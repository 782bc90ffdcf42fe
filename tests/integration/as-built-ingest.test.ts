import { afterAll, beforeAll, describe, expect, it } from 'vitest';
import type { Actor } from '../../src/domain/access/permissions';
import { PART_DEFAULTS } from '../../src/domain/commissioning/as-built/parts';
import { asActor } from '../../src/server/db/transaction';
import { startIngest, stopIngest } from '../../src/server/ingest/service';
import { asBuiltParts } from '../../src/server/queries/as-built';
import { stringsNow } from '../../src/server/queries/now';
import { addFromForm } from '../../src/server/services/as-built-requests';
import { createSite } from '../../src/server/services/create-site';
import { changePart, removePart } from '../../src/server/services/edit-as-built';
import { setSlotCounts } from '../../src/server/services/edit-as-built-strings';
import { placeUnits } from '../../src/server/services/place-units';
import type { PartValues } from '../../src/schemas/api/as-built';
import type { Frame } from '../../src/schemas/ingest';
import { testDatabase, type TestDatabase } from '../support/database';
import { testFleet } from '../support/fleet';
import { frameOf, nowS, openSockets, TestLogger, until, type Sockets } from '../support/ingest';

/** A site that is made, wired up and changed while the ingest runs, with a logger of its own that speaks to it. */

let db: TestDatabase;
let sockets: Sockets;
let actor: Actor;
let siteId: number;
let siteRef: string;
let token: string;
let logger: TestLogger;
const SERIAL = 'LG-NEW-0001';
const how = { reason: 'as found on the roof', source: 'forms' };
const strings: Record<string, string> = {};

beforeAll(async () => {
  db = await testDatabase();
  const fleet = await testFleet(db, ['Old Tannery Market Hall']);
  actor = await fleet.actor('technician@lowfield.example');
  await startIngest();
  sockets = await openSockets();
});
afterAll(async () => {
  await logger?.end();
  await stopIngest();
  await sockets.close();
  await db.drop();
});

const parts = async () => {
  const built = await asActor(actor, (tx) => asBuiltParts(tx, siteId));
  if (!built) throw new Error('the site is gone');
  return built;
};
const add = (kind: 'plane' | 'inverter' | 'logger' | 'string', values: PartValues) =>
  asActor(actor, (tx) =>
    addFromForm(
      tx,
      actor,
      siteRef,
      { kind, values: { ...PART_DEFAULTS[kind], ...values }, alike: 1, inTurn: false, reason: '' },
      null,
    ),
  );
const place = (string: string, serials: Record<number, string | null>) =>
  asActor(actor, (tx) =>
    placeUnits(
      tx,
      actor,
      siteId,
      Object.entries(serials).map(([position, serial]) => ({
        slot: { string: strings[string]!, position: Number(position) },
        serial,
      })),
      { at: new Date(), reason: how.reason, source: 'forms' },
    ),
  );
const nextRoster = async () => {
  const before = logger.roster?.version ?? 0;
  logger.roster = await logger.inbox.next('roster', (r) => r.version > before);
  return logger.roster;
};
const frames = (claims: number | (number | null)[], n: number, more: Partial<Frame> = {}) => {
  const string = logger.roster.strings[0]!;
  return logger.frames([{ at: nowS(), string: string.index, frame: frameOf(n, 'both', claims, more) }]);
};
const slots = async (name: string) => {
  const now = await asActor(actor, (tx) => stringsNow(tx, new Date(), { siteId }));
  return now.find((s) => s.name === name)?.slots ?? [];
};
const nextSecond = () => new Promise((resolve) => setTimeout(resolve, 1100 - (Date.now() % 1000)));

describe('an as-built that is made while readings come in', () => {
  it('a new site and its logger: the token that was made lets it in, its roster is empty', async () => {
    const made = await asActor(actor, (tx) =>
      createSite(
        tx,
        actor,
        {
          ...PART_DEFAULTS.site,
          name: 'Ferry Sheds',
          latitude: 0,
          longitude: noonLongitude(),
          timeZone: 'UTC',
          reportIntervalS: 10,
        },
        null,
      ),
    );
    siteId = made.siteId;
    siteRef = made.id;
    const added = await add('logger', { serial: SERIAL.toLowerCase() });
    token = added.token ?? '';
    expect(token).toMatch(/^wl_[\w-]{43}$/);
    logger = await TestLogger.arrive(sockets, token, SERIAL);
    expect(logger.roster).toMatchObject({
      version: 1,
      strings: [],
      zones: ['Whole site'],
      reportIntervalS: 10,
    });
    const { rows } = await db.owner.query('select hash from ingest_token where hash = $1::bytea', [
      Buffer.from(token),
    ]);
    expect(rows).toEqual([]); // only the hash is kept
  });

  it('a string is added: the logger is told at once, and what it reports is kept', async () => {
    await add('plane', { name: 'South roof', surfaceTilt: 10, surfaceAzimuth: 180 });
    await add('inverter', { name: 'W1', acPowerMax: 5000, inputs: 2 });
    const built = await parts();
    const type = (name: string) => built.catalogue.unitTypes.find((t) => t.name === name)?.id ?? null;
    const added = await add('string', {
      name: 'A1',
      slots: 3,
      unitType: type('Reporting unit, both sides'),
      moduleType: built.catalogue.moduleTypes[0]!.id,
      plane: built.planes[0]!.id,
      input: built.inverters[0]!.inputs[0]!.id,
      zone: built.zones[0]!.id,
      logger: built.loggers[0]!.id,
    });
    strings.A1 = added.ids[0]!;
    await until(async () => (await nextRoster()).strings.length === 1, 'a roster with the string');
    expect(logger.roster.strings[0]).toMatchObject({
      name: 'A1',
      serials: [null, null, null],
      inverter: 'W1',
      input: 1,
    });
    await place('A1', { 1: 'NEW-A1-01', 2: 'NEW-A1-02', 3: 'NEW-A1-03' });
    const roster = await nextRoster();
    expect(roster.strings[0]?.serials).toEqual(['NEW-A1-01', 'NEW-A1-02', 'NEW-A1-03']);
    await nextSecond();
    await logger.durable(frames(1, 3));
    // the site is new to the judgement too: it is taken with the next sweep
    await until(async () => (await slots('A1')).every((s) => s.state === 'passing'), 'judged', 20_000);
  });

  it('a unit is replaced: a new version, and the slot begins anew while the others go on', async () => {
    await place('A1', { 2: 'NEW-A1-2B' });
    expect((await nextRoster()).strings[0]?.serials[1]).toBe('NEW-A1-2B');
    await until(async () => (await slots('A1'))[1]?.state === 'unheard', 'unheard');
    const [first, second] = await slots('A1');
    expect(first).toMatchObject({ state: 'passing', voltage: 38 });
    expect(second).toMatchObject({ serial: 'NEW-A1-2B', voltage: null, seen: null, signal: null });
    // others of its string reporting does not make it heard
    await nextSecond();
    await logger.durable(frames([2, null, 1], 3));
    await until(async () => (await slots('A1'))[0]?.state === 'shutdown', 'the frame judged');
    expect((await slots('A1'))[1]).toMatchObject({ state: 'unheard', seen: null });
    const heard = await db.owner.query(`select serial from heard where site_id = $1 order by 1`, [siteId]);
    expect(heard.rows.map((r: { serial: string }) => r.serial)).toEqual([
      'NEW-A1-01',
      'NEW-A1-02',
      'NEW-A1-03',
    ]);
  });

  it('what the logger still has of the unit before is kept under its roster, and said of nobody else', async () => {
    const earlier = logger.roster.version - 1;
    const at = nowS() - 30;
    await logger.durable(
      logger.frames([{ at, string: logger.roster.strings[0]!.index, frame: frameOf(3, 'both', 1) }], earlier),
    );
    const { rows } = await db.owner.query<{ state: number[] }>(
      `select f.state from string_frame f join string s on s.id = f.string_id where s.site_id = $1 and f.at = to_timestamp($2::int4)`,
      [siteId, at],
    );
    expect(rows[0]?.state).toEqual([1, 1, 1]);
    expect((await slots('A1'))[1]).toMatchObject({ serial: 'NEW-A1-2B', state: 'unheard', voltage: null });
  });

  it('the count changes: the string grows and shrinks, and what is known of the slots that stay, stays', async () => {
    const moduleType = (await parts()).catalogue.moduleTypes[0]!.id;
    const count = (slots: number) =>
      asActor(actor, (tx) =>
        setSlotCounts(tx, actor, siteId, [{ string: strings.A1!, slots, moduleType }], how),
      );
    await count(5);
    expect((await nextRoster()).strings[0]?.serials).toHaveLength(5);
    await until(async () => (await slots('A1')).length === 5, 'five slots');
    expect((await slots('A1'))[0]).toMatchObject({ state: 'shutdown' });
    await place('A1', { 4: 'NEW-A1-04' });
    await nextRoster();
    await nextSecond();
    await logger.durable(frames([1, 1, 1, 1, null], 5));
    await until(async () => (await slots('A1'))[3]?.state === 'passing', 'the new slot judged');
    await expect(count(3)).rejects.toMatchObject({
      kind: 'invalid',
      message: expect.stringContaining('A1-4') as string,
    });
    await count(4);
    expect((await nextRoster()).strings[0]?.serials).toHaveLength(4);
    await nextSecond();
    await logger.durable(frames([1, 2, 1, 1], 4));
    await until(async () => (await slots('A1'))[1]?.state === 'shutdown', 'judged after the cut');
    // a report under the roster before the cut comes late: it is kept and harms nothing
    await logger.durable(
      logger.frames(
        [
          {
            at: nowS() - 20,
            string: logger.roster.strings[0]!.index,
            frame: frameOf(5, 'both', [1, 1, 1, 1, null]),
          },
        ],
        logger.roster.version - 1,
      ),
    );
    expect((await slots('A1')).map((s) => s.state)).toEqual(['passing', 'shutdown', 'passing', 'passing']);
  });

  it('a string that has reported stays; one that was a mistake goes, and what a logger says of it is refused', async () => {
    const remove = (id: string) =>
      asActor(actor, (tx) => removePart(tx, actor, siteId, { kind: 'string', id }, how));
    await expect(remove(strings.A1!)).rejects.toMatchObject({
      kind: 'conflict',
      message: expect.stringContaining('reported reading') as string,
    });
    const a1 = (await parts()).strings[0]!;
    const added = await asActor(actor, (tx) =>
      addFromForm(
        tx,
        actor,
        siteRef,
        {
          kind: 'string',
          values: {
            name: 'A2',
            slots: 3,
            unitType: a1.unitType,
            moduleType: a1.slots[0]!.moduleType,
            plane: a1.plane,
            input: a1.input,
            zone: a1.zone,
            logger: a1.logger,
            transmitters: [],
            cableResistance: 0.3,
            homeRunLeavesArray: true,
          },
          alike: 1,
          inTurn: false,
          reason: '',
        },
        null,
      ),
    );
    strings.A2 = added.ids[0]!;
    await place('A2', { 1: 'NEW-A2-01' });
    await until(
      async () => (await nextRoster()).strings[1]?.serials[0] === 'NEW-A2-01',
      'both in the roster',
    );
    const { version } = logger.roster;
    const index = logger.roster.strings[1]!.index;
    await remove(strings.A2);
    expect((await nextRoster()).strings.map((s) => s.name)).toEqual(['A1']);
    const refused = await logger.refused(
      logger.frames([{ at: nowS(), string: index, frame: frameOf(3, 'both', [1, null, null]) }], version),
    );
    expect(refused.again).toBe(false);
    await logger.durable(frames(1, 4)); // the connection lives
  });

  it('its report interval and its name in the roster follow an edit', async () => {
    await asActor(actor, (tx) =>
      changePart(
        tx,
        actor,
        siteId,
        { kind: 'string', id: strings.A1!, before: { name: 'A1' }, after: { name: 'Ridge 1' } },
        how,
      ),
    );
    expect((await nextRoster()).strings[0]?.name).toBe('Ridge 1');
    await asActor(actor, (tx) =>
      changePart(
        tx,
        actor,
        siteId,
        { kind: 'site', id: siteRef, before: { reportIntervalS: 10 }, after: { reportIntervalS: 30 } },
        how,
      ),
    );
    expect((await nextRoster()).reportIntervalS).toBe(30);
  });

  it('a new token ends the one before', async () => {
    const { makeLoggerToken, newToken } = await import('../../src/server/services/logger-token');
    const fresh = newToken();
    const id = (await parts()).loggers[0]!.id;
    await asActor(actor, (tx) => makeLoggerToken(tx, actor, siteId, id, how, { token: fresh }));
    await expect(TestLogger.connect(sockets, token)).rejects.toThrow('HTTP 401');
    const again = await TestLogger.arrive(sockets, fresh, SERIAL);
    expect(again.roster.strings).toHaveLength(1);
    logger = again;
  });
});

/** Where the sun stands high at this moment. */
function noonLongitude(): number {
  const now = new Date();
  return 15 * (12 - (now.getUTCHours() + now.getUTCMinutes() / 60));
}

========

Exercise directions >> Scan the lines above for the word "moduleType", then copy each line that has it.

Solution for this problem >>
      moduleType: built.catalogue.moduleTypes[0]!.id,
    const moduleType = (await parts()).catalogue.moduleTypes[0]!.id;
        setSlotCounts(tx, actor, siteId, [{ string: strings.A1!, slots, moduleType }], how),
            moduleType: a1.slots[0]!.moduleType,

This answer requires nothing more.